Stored data entries:
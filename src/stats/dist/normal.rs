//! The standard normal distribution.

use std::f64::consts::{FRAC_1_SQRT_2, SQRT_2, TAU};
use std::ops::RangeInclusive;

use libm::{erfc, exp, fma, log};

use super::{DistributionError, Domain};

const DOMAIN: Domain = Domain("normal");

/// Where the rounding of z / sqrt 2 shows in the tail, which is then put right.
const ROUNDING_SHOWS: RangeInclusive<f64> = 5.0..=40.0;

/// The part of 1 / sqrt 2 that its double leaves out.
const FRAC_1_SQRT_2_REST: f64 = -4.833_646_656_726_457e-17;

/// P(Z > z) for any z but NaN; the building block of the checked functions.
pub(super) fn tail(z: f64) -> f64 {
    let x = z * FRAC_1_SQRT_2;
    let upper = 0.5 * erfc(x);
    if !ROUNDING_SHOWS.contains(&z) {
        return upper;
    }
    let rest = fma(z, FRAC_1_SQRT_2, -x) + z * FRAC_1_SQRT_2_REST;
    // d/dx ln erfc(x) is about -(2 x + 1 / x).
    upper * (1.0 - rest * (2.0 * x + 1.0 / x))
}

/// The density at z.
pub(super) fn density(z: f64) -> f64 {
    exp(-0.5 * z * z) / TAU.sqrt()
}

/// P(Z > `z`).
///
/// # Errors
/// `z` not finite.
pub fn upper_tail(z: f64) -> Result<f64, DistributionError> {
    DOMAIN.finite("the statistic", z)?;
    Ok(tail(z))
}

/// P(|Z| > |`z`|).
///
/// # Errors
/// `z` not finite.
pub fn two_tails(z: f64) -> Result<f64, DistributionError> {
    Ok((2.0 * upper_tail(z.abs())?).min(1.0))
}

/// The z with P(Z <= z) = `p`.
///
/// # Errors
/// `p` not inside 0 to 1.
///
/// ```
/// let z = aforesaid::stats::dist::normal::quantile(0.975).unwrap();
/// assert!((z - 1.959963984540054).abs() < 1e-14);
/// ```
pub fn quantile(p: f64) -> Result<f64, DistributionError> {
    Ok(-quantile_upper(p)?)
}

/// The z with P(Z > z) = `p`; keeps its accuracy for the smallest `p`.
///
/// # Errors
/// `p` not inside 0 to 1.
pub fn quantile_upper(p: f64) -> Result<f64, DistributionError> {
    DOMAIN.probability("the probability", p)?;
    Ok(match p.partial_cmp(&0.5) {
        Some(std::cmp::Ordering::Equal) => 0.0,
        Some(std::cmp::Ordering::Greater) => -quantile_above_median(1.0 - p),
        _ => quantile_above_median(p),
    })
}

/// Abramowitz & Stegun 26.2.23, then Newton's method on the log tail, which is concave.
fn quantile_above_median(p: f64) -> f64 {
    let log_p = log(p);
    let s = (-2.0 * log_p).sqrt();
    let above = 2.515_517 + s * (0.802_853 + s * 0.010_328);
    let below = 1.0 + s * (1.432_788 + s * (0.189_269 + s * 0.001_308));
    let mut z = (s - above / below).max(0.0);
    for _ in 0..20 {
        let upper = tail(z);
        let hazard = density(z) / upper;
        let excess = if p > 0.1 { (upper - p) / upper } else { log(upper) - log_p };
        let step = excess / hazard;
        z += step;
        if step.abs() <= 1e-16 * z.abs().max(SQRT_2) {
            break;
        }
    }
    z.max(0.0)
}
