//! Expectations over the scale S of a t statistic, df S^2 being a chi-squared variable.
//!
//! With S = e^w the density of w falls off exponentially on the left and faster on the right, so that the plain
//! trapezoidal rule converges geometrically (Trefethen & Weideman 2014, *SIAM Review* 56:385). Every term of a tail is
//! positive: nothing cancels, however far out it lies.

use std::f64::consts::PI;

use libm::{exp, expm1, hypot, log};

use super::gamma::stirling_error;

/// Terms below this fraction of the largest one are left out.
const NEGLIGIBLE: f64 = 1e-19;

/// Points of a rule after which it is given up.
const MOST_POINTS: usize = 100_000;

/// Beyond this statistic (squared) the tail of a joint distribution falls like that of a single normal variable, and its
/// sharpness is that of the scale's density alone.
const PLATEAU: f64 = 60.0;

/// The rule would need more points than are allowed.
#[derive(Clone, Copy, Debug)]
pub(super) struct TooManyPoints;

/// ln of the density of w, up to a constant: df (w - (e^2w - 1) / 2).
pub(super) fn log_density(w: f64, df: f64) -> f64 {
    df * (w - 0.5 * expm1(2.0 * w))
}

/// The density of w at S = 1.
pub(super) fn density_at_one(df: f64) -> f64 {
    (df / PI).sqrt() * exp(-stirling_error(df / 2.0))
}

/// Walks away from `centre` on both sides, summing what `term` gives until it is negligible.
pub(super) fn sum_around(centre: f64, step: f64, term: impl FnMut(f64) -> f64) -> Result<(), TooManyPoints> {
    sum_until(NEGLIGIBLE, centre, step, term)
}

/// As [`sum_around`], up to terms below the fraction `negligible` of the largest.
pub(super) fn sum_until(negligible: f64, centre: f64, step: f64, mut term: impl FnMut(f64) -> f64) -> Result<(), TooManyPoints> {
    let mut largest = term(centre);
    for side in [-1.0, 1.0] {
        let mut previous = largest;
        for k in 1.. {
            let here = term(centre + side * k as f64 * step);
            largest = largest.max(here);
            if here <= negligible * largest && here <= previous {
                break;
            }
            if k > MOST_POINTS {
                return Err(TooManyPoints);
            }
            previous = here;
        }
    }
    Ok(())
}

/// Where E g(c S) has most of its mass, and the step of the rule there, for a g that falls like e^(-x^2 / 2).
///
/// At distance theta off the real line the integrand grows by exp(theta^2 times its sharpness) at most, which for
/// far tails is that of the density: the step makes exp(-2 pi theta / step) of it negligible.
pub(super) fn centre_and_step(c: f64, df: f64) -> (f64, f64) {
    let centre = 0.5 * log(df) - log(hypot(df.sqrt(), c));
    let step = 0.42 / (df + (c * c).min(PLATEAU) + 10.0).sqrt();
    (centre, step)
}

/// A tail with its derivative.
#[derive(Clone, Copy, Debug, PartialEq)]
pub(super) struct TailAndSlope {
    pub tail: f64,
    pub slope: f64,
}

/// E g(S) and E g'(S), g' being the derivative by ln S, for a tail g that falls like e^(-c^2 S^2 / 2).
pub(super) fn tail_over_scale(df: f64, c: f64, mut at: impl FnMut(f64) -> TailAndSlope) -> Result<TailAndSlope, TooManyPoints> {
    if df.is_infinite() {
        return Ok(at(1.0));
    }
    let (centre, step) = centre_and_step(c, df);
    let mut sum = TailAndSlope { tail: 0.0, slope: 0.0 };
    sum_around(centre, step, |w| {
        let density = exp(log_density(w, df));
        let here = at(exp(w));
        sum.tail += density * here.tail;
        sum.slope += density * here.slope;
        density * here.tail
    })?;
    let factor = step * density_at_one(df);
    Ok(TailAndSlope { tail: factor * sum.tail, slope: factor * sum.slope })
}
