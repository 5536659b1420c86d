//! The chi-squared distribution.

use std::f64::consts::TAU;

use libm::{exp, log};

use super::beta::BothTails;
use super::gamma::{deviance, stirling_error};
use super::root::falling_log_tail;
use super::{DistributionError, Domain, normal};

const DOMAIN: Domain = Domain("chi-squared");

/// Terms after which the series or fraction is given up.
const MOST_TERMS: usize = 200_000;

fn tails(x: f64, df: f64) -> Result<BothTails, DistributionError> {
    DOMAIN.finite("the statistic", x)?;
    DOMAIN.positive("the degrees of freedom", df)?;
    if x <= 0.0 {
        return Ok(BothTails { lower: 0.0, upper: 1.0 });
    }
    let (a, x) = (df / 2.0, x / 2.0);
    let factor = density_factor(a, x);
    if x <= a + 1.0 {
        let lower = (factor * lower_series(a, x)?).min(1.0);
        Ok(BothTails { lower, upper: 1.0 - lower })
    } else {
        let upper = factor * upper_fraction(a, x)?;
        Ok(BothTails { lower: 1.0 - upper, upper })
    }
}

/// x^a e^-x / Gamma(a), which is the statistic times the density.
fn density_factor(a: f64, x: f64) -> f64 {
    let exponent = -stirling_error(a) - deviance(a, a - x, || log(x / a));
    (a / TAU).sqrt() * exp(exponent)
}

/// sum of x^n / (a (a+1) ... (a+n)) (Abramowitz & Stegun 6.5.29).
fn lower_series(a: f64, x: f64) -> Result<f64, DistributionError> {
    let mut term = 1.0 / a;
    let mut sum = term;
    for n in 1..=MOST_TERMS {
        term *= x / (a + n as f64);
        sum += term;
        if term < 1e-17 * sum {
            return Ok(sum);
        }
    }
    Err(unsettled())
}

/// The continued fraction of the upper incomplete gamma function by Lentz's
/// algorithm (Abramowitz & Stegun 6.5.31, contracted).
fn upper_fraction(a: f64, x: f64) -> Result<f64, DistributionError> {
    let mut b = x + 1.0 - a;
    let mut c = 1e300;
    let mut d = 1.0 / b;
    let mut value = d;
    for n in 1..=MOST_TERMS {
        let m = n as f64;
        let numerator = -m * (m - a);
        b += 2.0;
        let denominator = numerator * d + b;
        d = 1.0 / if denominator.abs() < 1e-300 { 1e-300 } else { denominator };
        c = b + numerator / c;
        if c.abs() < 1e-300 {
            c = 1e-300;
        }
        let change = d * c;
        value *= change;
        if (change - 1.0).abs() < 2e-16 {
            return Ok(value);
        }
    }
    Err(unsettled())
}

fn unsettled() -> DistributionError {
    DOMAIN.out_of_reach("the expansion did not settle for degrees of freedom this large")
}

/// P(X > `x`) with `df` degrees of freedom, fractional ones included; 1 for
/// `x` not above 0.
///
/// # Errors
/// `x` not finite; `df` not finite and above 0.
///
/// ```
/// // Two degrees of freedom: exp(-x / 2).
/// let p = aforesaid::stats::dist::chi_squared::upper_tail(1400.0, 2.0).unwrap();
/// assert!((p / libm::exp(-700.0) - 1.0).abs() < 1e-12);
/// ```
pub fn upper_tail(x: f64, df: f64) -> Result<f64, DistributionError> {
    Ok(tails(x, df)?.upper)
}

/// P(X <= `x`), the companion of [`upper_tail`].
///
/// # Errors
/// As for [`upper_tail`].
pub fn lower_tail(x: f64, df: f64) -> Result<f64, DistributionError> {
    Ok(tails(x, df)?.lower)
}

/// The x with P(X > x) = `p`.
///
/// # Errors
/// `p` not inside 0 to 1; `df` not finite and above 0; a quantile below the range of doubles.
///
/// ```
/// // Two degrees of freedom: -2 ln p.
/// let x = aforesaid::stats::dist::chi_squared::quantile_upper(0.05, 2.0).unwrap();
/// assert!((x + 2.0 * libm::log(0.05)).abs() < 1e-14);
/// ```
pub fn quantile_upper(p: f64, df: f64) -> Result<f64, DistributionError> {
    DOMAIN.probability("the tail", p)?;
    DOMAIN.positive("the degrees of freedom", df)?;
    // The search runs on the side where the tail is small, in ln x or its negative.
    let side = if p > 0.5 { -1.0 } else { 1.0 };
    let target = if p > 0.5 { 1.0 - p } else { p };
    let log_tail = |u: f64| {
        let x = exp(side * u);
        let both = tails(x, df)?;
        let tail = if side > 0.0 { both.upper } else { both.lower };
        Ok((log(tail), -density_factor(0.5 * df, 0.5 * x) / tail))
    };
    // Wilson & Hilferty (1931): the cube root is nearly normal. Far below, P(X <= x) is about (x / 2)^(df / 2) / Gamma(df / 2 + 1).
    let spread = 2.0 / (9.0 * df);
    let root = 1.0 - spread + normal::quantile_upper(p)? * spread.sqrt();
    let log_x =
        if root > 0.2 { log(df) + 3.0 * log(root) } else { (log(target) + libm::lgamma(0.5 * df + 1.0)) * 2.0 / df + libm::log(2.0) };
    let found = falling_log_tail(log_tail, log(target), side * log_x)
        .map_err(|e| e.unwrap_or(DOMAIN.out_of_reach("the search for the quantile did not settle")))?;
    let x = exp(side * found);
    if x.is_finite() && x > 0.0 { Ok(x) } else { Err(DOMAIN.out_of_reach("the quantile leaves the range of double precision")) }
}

— Exercise —
Copy out only the lines of the records above from the one with "let factor = step * density_at_one(df);" through the one with "fraction is given up.", exactly as they stand, both included.

— Answer to this exercise —
    let factor = step * density_at_one(df);
    Ok(TailAndSlope { tail: factor * sum.tail, slope: factor * sum.slope })
}
repository 5536659b1420c86d
//! The chi-squared distribution.

use std::f64::consts::TAU;

use libm::{exp, log};

use super::beta::BothTails;
use super::gamma::{deviance, stirling_error};
use super::root::falling_log_tail;
use super::{DistributionError, Domain, normal};

const DOMAIN: Domain = Domain("chi-squared");

/// Terms after which the series or fraction is given up.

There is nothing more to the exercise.